=== What the task requires ===
Run through the records and show each line that includes the string "enum".

Collected data entries
————————
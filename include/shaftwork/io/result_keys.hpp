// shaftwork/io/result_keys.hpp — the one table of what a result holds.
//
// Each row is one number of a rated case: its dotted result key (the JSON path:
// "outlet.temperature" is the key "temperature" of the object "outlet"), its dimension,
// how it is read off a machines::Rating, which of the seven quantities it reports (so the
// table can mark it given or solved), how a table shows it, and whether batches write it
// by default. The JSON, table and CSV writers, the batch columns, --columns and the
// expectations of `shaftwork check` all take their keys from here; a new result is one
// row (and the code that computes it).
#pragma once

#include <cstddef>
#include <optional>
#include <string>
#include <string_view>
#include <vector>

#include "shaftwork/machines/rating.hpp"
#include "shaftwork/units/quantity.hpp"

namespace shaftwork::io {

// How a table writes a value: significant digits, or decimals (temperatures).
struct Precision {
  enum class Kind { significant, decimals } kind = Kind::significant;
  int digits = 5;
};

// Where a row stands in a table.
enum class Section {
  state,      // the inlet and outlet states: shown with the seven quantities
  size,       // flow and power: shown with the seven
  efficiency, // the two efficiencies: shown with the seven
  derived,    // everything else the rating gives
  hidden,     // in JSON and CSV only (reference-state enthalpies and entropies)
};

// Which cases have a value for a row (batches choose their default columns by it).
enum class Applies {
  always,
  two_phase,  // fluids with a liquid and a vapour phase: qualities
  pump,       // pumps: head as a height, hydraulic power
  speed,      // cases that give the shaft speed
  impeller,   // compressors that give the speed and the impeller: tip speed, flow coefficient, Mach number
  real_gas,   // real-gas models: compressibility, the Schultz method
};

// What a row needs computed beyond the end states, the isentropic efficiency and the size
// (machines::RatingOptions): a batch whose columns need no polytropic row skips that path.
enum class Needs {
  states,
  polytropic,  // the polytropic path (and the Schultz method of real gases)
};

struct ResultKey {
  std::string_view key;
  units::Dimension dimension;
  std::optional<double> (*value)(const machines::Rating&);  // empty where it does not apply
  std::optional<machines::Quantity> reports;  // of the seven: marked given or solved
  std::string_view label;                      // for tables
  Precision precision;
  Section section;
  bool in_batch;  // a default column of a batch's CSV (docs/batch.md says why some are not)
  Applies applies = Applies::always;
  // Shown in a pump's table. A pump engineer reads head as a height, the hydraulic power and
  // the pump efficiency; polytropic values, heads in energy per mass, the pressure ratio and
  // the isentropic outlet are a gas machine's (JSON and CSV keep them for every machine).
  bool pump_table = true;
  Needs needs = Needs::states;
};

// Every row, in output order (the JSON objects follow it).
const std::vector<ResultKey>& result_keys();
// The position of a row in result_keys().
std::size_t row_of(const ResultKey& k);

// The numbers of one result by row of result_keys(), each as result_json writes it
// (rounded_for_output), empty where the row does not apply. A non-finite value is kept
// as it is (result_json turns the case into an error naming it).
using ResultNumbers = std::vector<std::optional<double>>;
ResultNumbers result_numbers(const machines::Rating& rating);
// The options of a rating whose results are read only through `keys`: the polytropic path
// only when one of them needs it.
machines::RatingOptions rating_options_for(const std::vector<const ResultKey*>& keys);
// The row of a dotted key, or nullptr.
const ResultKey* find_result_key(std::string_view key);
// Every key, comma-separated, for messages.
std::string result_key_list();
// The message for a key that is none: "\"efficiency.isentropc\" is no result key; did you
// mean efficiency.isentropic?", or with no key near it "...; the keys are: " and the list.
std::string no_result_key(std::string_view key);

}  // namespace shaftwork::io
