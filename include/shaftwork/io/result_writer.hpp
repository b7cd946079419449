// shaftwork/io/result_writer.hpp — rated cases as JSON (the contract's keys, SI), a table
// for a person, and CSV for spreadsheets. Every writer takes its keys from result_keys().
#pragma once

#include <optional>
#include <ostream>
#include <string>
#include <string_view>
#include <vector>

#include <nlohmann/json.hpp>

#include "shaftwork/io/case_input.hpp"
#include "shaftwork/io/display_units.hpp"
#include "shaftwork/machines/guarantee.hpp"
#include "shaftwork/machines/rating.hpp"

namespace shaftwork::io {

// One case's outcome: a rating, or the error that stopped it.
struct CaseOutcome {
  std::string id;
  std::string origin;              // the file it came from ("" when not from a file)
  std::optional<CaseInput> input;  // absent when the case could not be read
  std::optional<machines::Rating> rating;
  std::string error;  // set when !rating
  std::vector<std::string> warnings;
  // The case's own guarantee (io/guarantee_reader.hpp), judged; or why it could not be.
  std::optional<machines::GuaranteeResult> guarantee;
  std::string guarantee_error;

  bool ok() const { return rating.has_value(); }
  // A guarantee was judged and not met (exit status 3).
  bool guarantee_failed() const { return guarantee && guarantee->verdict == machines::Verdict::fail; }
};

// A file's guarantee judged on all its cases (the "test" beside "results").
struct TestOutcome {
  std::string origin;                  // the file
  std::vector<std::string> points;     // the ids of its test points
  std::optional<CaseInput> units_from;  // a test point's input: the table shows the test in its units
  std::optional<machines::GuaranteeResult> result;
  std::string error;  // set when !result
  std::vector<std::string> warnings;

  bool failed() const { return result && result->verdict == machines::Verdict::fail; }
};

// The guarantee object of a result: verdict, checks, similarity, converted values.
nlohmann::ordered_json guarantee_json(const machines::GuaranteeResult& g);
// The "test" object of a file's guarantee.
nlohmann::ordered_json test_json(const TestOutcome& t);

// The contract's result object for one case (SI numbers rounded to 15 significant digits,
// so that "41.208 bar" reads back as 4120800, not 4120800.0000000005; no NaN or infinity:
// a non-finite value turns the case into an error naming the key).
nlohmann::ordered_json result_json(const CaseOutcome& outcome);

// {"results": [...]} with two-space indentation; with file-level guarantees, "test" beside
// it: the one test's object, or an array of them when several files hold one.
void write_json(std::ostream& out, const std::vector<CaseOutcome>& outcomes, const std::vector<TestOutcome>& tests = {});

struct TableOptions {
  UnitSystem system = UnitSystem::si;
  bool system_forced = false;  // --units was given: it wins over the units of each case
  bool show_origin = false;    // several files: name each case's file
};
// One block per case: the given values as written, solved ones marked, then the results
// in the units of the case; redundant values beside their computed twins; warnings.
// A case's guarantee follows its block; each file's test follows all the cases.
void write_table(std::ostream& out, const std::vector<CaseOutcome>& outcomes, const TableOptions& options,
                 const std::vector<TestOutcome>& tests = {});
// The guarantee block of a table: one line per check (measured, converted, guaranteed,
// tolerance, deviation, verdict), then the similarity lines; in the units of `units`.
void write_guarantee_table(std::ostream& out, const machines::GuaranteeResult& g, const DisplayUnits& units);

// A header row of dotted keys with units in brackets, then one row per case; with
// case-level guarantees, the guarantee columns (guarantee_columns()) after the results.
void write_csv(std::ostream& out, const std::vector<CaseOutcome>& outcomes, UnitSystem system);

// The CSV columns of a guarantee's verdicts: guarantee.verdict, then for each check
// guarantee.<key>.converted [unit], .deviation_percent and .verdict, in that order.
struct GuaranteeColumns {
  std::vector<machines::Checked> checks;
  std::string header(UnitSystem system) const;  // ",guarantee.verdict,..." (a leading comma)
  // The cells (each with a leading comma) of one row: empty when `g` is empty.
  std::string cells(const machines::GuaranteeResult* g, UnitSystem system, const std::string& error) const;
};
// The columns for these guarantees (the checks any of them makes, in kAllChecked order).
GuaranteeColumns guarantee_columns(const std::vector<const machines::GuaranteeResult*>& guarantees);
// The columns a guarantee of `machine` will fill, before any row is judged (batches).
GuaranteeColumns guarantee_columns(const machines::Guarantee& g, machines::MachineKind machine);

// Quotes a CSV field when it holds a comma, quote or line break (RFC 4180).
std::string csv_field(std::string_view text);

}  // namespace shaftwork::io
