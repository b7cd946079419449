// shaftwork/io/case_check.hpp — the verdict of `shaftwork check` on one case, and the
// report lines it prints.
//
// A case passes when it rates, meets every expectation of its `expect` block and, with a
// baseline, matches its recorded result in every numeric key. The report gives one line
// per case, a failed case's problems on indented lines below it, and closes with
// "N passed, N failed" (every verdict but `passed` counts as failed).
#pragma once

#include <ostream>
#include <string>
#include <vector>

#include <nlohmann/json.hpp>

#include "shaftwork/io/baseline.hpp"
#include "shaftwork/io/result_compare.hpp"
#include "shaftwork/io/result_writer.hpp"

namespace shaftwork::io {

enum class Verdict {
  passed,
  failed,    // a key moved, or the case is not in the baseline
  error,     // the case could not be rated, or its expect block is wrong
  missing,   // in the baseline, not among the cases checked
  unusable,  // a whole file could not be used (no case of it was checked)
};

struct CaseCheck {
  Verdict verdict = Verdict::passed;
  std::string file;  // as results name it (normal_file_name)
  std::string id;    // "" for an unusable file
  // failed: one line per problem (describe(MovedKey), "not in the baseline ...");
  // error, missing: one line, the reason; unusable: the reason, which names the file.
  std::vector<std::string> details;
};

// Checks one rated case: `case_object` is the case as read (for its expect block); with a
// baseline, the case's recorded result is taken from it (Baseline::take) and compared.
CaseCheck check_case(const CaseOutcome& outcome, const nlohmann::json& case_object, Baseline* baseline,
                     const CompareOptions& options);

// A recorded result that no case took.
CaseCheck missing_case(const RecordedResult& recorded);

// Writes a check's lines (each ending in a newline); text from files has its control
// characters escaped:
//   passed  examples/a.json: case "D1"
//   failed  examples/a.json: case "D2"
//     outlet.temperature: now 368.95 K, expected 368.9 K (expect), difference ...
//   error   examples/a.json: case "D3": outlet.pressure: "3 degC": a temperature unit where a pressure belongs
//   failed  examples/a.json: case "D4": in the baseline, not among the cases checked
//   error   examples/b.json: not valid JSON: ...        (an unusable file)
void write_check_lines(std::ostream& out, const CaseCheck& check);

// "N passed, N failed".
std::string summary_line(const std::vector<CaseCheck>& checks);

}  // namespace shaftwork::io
————————
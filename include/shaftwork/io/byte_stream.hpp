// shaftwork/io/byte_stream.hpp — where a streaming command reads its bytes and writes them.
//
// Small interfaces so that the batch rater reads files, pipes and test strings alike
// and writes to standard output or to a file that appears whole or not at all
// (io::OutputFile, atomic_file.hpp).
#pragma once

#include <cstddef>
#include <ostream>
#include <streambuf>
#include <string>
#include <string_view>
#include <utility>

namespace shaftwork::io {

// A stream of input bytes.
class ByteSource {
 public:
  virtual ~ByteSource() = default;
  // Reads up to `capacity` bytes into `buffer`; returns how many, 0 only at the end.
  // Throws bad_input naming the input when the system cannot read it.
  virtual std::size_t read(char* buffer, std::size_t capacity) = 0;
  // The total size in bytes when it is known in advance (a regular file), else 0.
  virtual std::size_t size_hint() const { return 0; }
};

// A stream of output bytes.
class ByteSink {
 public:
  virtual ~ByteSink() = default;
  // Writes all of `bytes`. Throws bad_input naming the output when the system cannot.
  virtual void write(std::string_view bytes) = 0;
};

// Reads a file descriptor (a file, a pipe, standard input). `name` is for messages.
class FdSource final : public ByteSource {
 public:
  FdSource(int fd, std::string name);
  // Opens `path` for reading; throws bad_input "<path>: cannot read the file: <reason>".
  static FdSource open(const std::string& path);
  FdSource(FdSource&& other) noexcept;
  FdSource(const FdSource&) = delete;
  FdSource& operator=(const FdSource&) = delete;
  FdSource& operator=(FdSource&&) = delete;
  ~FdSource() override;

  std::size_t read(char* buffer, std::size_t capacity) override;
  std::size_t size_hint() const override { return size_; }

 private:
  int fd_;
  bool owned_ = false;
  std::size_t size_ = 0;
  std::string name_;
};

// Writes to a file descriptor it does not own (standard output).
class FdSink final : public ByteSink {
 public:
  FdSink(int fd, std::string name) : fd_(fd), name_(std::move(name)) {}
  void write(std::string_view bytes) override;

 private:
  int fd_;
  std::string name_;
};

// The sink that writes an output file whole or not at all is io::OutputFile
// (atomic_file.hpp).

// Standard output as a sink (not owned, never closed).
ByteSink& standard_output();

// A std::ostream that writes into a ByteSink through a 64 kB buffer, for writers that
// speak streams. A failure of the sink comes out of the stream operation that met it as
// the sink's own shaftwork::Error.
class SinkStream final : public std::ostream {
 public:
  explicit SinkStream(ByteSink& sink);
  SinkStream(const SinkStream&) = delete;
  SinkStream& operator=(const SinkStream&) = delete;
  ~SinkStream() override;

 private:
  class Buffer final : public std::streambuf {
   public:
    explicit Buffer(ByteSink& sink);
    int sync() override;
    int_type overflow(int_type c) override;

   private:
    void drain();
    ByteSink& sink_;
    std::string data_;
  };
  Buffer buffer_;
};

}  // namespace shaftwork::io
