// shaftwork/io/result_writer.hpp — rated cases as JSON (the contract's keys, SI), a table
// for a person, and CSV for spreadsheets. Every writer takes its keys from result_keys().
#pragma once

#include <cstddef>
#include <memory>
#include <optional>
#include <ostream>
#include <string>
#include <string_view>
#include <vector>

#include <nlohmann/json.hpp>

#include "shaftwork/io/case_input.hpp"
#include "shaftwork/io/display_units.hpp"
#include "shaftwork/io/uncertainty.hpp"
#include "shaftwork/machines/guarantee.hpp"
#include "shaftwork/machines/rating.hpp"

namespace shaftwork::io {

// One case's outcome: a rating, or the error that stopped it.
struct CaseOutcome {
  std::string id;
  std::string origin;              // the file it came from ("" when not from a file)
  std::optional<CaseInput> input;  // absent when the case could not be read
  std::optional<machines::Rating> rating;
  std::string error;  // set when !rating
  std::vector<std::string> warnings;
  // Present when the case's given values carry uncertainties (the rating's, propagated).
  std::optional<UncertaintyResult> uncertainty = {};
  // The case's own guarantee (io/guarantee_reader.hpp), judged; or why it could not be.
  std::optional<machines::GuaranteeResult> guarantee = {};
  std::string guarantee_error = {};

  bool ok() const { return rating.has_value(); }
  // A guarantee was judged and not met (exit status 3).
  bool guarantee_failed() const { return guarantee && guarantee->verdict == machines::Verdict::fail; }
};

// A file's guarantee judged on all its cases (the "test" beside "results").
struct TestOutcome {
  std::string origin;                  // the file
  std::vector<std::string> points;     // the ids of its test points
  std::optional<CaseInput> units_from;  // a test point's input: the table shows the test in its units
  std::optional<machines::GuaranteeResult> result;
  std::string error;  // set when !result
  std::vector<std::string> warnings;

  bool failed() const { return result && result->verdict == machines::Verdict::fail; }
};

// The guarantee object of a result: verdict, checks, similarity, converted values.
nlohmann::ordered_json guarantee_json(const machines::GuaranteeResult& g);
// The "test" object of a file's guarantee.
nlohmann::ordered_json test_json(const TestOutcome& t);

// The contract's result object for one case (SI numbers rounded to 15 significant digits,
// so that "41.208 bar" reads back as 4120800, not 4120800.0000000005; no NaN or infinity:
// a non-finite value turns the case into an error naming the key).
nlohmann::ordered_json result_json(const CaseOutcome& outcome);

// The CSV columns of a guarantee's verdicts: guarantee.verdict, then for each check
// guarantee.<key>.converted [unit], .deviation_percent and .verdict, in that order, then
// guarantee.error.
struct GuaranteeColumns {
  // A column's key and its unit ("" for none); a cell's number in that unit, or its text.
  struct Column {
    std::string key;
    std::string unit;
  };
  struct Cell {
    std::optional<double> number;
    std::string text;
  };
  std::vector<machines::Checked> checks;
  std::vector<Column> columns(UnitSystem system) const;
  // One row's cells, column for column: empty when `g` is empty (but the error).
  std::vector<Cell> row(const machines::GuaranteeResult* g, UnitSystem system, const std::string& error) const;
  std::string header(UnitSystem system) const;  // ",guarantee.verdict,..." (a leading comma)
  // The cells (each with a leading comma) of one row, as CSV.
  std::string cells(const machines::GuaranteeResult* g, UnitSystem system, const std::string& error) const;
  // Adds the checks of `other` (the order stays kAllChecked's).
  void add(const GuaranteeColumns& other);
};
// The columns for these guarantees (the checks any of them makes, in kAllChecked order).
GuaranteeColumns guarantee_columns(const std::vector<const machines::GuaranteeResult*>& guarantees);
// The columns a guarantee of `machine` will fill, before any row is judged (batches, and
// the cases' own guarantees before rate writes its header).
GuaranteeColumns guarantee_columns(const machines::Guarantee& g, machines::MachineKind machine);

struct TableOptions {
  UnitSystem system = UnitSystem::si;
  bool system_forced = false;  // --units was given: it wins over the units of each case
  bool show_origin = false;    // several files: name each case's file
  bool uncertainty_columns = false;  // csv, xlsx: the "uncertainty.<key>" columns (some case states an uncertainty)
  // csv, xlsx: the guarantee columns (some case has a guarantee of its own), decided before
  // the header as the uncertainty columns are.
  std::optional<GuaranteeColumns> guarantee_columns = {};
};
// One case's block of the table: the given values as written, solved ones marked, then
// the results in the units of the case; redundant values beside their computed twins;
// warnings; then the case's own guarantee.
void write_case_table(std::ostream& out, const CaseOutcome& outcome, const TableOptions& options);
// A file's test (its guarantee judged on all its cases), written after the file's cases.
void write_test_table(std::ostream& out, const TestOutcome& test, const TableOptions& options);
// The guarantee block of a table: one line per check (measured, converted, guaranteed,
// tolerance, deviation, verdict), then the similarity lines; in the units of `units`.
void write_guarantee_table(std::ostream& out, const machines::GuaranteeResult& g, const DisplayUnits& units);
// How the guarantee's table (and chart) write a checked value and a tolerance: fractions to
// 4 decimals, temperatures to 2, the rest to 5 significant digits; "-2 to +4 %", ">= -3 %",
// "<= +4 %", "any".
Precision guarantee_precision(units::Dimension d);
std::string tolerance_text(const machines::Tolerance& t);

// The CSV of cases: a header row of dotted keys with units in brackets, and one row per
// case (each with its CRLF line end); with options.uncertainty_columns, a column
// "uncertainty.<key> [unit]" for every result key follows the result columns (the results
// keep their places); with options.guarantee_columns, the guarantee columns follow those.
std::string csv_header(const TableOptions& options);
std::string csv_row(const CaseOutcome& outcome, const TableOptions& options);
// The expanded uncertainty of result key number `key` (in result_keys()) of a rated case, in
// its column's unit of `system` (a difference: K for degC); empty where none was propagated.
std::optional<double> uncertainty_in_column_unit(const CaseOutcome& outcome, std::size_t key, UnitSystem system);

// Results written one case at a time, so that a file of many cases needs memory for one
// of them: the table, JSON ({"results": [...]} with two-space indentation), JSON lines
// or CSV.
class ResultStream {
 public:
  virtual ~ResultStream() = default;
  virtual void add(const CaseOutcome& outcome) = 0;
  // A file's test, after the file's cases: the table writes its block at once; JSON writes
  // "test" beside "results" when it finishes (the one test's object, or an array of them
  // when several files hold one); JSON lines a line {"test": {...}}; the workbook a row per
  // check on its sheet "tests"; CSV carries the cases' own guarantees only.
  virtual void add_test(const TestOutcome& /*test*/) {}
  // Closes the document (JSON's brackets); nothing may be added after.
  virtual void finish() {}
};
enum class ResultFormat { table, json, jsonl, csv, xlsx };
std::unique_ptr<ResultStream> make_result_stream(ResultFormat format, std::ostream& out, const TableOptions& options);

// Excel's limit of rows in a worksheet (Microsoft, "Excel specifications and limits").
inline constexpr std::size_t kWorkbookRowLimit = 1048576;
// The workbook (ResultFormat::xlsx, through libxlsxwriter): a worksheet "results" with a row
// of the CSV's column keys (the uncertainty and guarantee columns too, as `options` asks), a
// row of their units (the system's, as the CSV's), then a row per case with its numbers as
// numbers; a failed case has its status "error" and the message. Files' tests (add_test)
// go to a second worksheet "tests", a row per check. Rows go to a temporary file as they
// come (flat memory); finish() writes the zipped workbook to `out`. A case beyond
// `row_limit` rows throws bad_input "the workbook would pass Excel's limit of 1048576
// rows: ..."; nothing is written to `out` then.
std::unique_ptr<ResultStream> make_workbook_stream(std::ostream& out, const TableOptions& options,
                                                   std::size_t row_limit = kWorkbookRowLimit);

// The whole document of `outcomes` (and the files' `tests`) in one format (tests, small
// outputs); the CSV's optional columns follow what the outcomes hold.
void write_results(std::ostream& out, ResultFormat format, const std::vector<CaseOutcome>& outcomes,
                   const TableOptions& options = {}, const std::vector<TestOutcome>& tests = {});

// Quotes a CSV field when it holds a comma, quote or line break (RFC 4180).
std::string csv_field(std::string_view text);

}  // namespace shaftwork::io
————————
=== Answer ===
  enum class Kind { significant, decimals } kind = Kind::significant;
enum class Section {
enum class Applies {
enum class Needs {
enum class Verdict {
enum class ResultFormat { table, json, jsonl, csv, xlsx };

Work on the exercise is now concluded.